I spent the last couple years of my twenties praying for the moment that I’d turn thirty. It’s like I genuinely thought being thirty somehow meant that “things would be easier” and yet they have. I was just happy to put my twenties behind me.
In Year One of my thirties, I’ve managed to begin eking out my way. Whereas my twenties felt like I was always fighting fire with gasoline, my thirties have found me thoughtfully, carefully making decisions, choosing the right way, and learning to become, well, me again.
Year One certain had it’s ups and downs and still, the down’s didn’t feel like they were the bottomless pit variety. The ups were even higher.

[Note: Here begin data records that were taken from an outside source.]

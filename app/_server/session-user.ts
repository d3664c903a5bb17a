// The one check of a session against the database, shared by every way in: Next's pages, route
// handlers and server actions (session.ts, through Auth.js) and the lean live-stream handler of the
// custom server (server/stream/session-cookie.ts), which reads the same session cookie itself.
import { and, eq } from "drizzle-orm";
import { getDb } from "@/db/client";
import { users, type Role } from "@/db/schema";

export interface SessionUser {
  id: number;
  orgId: number;
  role: Role;
  name: string;
  email: string;
  ecUnit: (typeof users.$inferSelect)["ecUnit"];
  wallSound: boolean;
}

/** What a session carries about its user, as the session token's claims map to it. */
export interface SessionClaims {
  id: string;
  sessionVersion: number;
}

/** The session token's claims (set by Auth.js's jwt callback in auth.ts) as the session shows them. */
export function claimsFromToken(token: Record<string, unknown>): SessionClaims {
  return { id: String(token.uid), sessionVersion: typeof token.sv === "number" ? token.sv : -1 };
}

/**
 * The signed-in user as the database knows them now: a deactivated user, a changed role or a
 * sign-out elsewhere takes effect on the next request, whatever the session cookie says.
 */
export async function userForSession(claims: SessionClaims | null | undefined): Promise<SessionUser | null> {
  const id = Number(claims?.id);
  if (!claims || !Number.isInteger(id)) return null;
  const row = await getDb().query.users.findFirst({ where: and(eq(users.id, id), eq(users.active, true)) });
  // A session from before the user's last sign-out is over, even though its cookie has not expired.
  if (!row || row.sessionVersion !== claims.sessionVersion) return null;
  return { id: row.id, orgId: row.orgId, role: row.role, name: row.name, email: row.email, ecUnit: row.ecUnit, wallSound: row.wallSound };
}
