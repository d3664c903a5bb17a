// After a calibration is saved: tell the ingest (and live pages) on the organisation's event
// topic, so readings from the effective time on are corrected with it. Best effort: the ingest
// also re-reads the calibrations on its own poll.
import { EVENT_PUBLISH, orgEventMessage } from "@/ingest/alerts/org-events";
import { publish } from "@/app/_server/mqtt";

export async function announceCalibration(o: { orgId: number; tankId: number; runId: number; at: number; summary: string }): Promise<boolean> {
  const msg = orgEventMessage({ type: "calibration.saved", orgId: o.orgId, tankId: o.tankId, id: o.runId, at: o.at, summary: o.summary });
  try {
    await publish(msg.topic, msg.payload, EVENT_PUBLISH);
    return true;
  } catch {
    return false;
  }
}
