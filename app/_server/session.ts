import { cache } from "react";
import { and, eq } from "drizzle-orm";
import { getDb } from "@/db/client";
import { users, type Role } from "@/db/schema";
import { auth } from "./auth";

export interface SessionUser {
  id: number;
  orgId: number;
  role: Role;
  name: string;
  email: string;
  ecUnit: (typeof users.$inferSelect)["ecUnit"];
  wallSound: boolean;
}

/**
 * The signed-in user as the database knows them now: a deactivated user, a changed role or a
 * sign-out elsewhere takes effect on the next request, whatever the session cookie says.
 */
export const currentUser = cache(async (): Promise<SessionUser | null> => {
  const session = await auth();
  const id = Number(session?.user?.id);
  if (!session || !Number.isInteger(id)) return null;
  const row = await getDb().query.users.findFirst({ where: and(eq(users.id, id), eq(users.active, true)) });
  // A session from before the user's last sign-out is over, even though its cookie has not expired.
  if (!row || row.sessionVersion !== session.user.sessionVersion) return null;
  return { id: row.id, orgId: row.orgId, role: row.role, name: row.name, email: row.email, ecUnit: row.ecUnit, wallSound: row.wallSound };
});

export const ROLE_LABEL: Record<Role, string> = { owner: "Owner", grower: "Grower", night_manager: "Night manager" };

I have, in no small part, you, Pranksters, to thank for this. You’ve watched me fail, fall, and start again, cheering me on when I needed it and wiping my tears when things seemed insurmountable. You’ve been the one constant in my life and more than that, you became my family.
I cannot tell you how much that means nor can I thank you enough.
This year, I’ve watched my daughter lose her words, then find them again, and now, she spits them at me with a side of sass thrown in. Because she’s my girl.
My middle son has grown from a toddler to a child, all arms and legs and sweetness and light. Someone who hugs away my tears and makes me laugh from the bottom of my leg bones.
After so many years of believing that I was probably a child prodigy, I realize that the one who earns that title is my (almost) ten year old, the one who has found his way in his music.
This year, I founded not one but two group blogs (happy birthday to YOU, Mushroom Printing! who happened to be founded on my birthday last year).
Once I saw the need for a safe, moderated space on the Internet where we could share our secrets, reduce the stigmas of mental illness, abuse, rape and all the other skeletons in our closets, I created Band Back Together. I thanked my parents for the nursing texts as I began to create resource pages for the site. Now the site is a combination of knowledge and power, just like School House motherfucking Rock.
I created shirts (you should buy one. It’s my birthday, after all and you have to do what I say) and shattered my own expectations.
Today, Year One ends and I’m onto Year Two (I’ll be thirty-one). I’ll close this year out while gorging on tapas and drinking champagne.
I can hardly wait to see what happens next. Assuming it’s something good like a pony and not something shitty like a meat tornado.
Because nobody expects a meat tornado.